Saved entries:
# # #

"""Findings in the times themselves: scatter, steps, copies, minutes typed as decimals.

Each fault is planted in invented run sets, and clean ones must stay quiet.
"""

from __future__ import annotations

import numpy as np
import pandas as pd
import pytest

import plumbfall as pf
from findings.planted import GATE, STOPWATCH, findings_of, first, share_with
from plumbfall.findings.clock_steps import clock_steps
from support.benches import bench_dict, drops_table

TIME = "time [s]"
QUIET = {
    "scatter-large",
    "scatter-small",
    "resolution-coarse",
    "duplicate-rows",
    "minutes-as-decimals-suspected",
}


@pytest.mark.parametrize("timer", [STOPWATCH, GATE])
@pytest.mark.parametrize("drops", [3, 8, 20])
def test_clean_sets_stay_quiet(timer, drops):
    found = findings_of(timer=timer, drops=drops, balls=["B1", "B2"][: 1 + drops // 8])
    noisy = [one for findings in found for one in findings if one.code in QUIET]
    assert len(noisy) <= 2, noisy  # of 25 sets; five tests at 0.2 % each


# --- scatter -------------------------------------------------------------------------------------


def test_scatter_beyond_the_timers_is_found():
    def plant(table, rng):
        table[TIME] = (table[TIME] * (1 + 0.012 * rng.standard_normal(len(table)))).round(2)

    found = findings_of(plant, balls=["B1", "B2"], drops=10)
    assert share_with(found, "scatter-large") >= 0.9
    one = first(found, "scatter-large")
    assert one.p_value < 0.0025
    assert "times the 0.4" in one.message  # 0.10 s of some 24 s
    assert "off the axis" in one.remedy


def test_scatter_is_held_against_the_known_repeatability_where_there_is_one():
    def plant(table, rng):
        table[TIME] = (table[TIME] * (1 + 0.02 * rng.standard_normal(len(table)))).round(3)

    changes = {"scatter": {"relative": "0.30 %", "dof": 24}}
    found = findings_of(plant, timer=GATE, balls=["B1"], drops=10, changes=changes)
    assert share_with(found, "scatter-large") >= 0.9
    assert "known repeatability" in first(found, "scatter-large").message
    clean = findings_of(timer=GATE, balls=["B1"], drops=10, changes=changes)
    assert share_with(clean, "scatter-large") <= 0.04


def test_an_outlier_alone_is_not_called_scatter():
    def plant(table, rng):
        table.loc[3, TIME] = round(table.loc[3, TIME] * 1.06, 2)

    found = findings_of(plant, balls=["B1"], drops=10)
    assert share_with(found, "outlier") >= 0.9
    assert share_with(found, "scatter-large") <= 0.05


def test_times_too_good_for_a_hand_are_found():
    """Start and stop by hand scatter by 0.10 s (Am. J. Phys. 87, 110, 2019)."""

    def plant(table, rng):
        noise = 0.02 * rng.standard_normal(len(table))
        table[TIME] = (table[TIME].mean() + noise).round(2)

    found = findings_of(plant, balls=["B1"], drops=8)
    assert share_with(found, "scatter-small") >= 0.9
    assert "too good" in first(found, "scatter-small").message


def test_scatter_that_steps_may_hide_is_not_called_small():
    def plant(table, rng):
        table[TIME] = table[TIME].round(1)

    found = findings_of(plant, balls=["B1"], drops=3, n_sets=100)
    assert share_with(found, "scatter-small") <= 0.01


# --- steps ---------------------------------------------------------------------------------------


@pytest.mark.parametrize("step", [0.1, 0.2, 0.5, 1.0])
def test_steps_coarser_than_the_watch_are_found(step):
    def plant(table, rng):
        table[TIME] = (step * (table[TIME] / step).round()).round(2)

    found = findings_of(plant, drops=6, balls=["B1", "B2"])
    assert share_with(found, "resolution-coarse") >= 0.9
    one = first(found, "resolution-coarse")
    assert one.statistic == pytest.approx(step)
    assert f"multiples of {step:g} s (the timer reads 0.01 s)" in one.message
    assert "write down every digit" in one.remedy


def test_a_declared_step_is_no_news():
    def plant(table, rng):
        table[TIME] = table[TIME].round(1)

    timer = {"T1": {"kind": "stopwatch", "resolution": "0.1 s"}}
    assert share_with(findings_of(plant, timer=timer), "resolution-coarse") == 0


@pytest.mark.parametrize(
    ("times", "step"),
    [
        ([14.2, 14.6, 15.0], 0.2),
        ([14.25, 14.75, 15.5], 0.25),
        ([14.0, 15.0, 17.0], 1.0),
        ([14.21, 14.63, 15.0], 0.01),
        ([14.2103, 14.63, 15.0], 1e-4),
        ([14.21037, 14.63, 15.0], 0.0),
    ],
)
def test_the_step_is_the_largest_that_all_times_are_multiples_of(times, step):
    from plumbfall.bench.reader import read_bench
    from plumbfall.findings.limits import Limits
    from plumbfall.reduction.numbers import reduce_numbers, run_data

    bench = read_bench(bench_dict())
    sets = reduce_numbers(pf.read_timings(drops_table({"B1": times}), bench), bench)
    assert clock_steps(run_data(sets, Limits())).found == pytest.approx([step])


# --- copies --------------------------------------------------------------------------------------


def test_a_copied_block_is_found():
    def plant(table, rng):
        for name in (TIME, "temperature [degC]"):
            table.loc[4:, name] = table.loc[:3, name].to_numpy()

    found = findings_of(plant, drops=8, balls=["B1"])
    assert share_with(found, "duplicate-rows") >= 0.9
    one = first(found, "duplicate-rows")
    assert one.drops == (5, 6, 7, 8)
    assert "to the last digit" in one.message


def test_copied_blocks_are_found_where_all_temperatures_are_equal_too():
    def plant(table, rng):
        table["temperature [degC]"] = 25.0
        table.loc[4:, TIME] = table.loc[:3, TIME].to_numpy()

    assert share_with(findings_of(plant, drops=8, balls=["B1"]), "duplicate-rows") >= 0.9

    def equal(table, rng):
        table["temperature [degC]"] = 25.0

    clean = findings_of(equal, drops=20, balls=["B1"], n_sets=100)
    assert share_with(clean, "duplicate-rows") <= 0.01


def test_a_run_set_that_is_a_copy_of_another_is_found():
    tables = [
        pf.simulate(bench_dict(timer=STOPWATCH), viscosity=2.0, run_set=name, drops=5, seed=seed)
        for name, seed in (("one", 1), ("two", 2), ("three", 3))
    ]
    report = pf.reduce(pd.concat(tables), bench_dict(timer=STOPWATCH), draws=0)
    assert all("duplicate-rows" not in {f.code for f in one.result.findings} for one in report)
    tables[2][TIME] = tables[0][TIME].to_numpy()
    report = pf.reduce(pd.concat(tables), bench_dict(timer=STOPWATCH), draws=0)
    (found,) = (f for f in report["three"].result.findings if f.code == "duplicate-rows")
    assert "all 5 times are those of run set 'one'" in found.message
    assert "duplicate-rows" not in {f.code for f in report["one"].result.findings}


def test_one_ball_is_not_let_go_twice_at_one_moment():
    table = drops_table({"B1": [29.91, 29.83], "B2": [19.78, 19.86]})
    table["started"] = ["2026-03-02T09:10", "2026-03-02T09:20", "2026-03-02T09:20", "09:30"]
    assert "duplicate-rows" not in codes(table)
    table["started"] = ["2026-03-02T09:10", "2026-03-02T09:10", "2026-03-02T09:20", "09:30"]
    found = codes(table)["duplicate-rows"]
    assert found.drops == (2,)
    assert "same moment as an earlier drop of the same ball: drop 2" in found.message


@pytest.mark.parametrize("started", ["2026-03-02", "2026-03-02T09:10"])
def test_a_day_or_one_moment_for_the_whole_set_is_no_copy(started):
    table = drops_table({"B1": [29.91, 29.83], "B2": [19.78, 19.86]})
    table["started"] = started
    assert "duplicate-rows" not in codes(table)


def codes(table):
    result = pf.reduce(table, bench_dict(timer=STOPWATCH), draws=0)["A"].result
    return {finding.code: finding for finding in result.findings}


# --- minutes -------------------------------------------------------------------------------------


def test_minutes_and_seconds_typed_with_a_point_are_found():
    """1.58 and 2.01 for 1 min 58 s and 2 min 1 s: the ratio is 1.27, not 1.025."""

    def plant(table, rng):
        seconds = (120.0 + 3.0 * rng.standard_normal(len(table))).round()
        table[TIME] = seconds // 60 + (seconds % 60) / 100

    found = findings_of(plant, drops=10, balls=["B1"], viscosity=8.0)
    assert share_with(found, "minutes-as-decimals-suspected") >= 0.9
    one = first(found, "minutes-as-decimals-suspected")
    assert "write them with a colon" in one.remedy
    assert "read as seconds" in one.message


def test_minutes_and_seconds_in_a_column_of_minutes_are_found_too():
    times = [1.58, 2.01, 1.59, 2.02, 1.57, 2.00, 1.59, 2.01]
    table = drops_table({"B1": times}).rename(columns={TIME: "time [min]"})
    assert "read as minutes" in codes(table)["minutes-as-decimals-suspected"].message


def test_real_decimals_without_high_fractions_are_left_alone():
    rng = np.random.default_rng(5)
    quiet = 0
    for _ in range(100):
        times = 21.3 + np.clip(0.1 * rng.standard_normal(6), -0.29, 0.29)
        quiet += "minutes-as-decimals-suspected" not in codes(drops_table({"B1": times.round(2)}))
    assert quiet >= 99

# # #

- [Exercise objective] Go through the data, and copy each line in which the word "viscosity" appears.

- [Exercise response]
        pf.simulate(bench_dict(timer=STOPWATCH), viscosity=2.0, run_set=name, drops=5, seed=seed)
    found = findings_of(plant, drops=10, balls=["B1"], viscosity=8.0)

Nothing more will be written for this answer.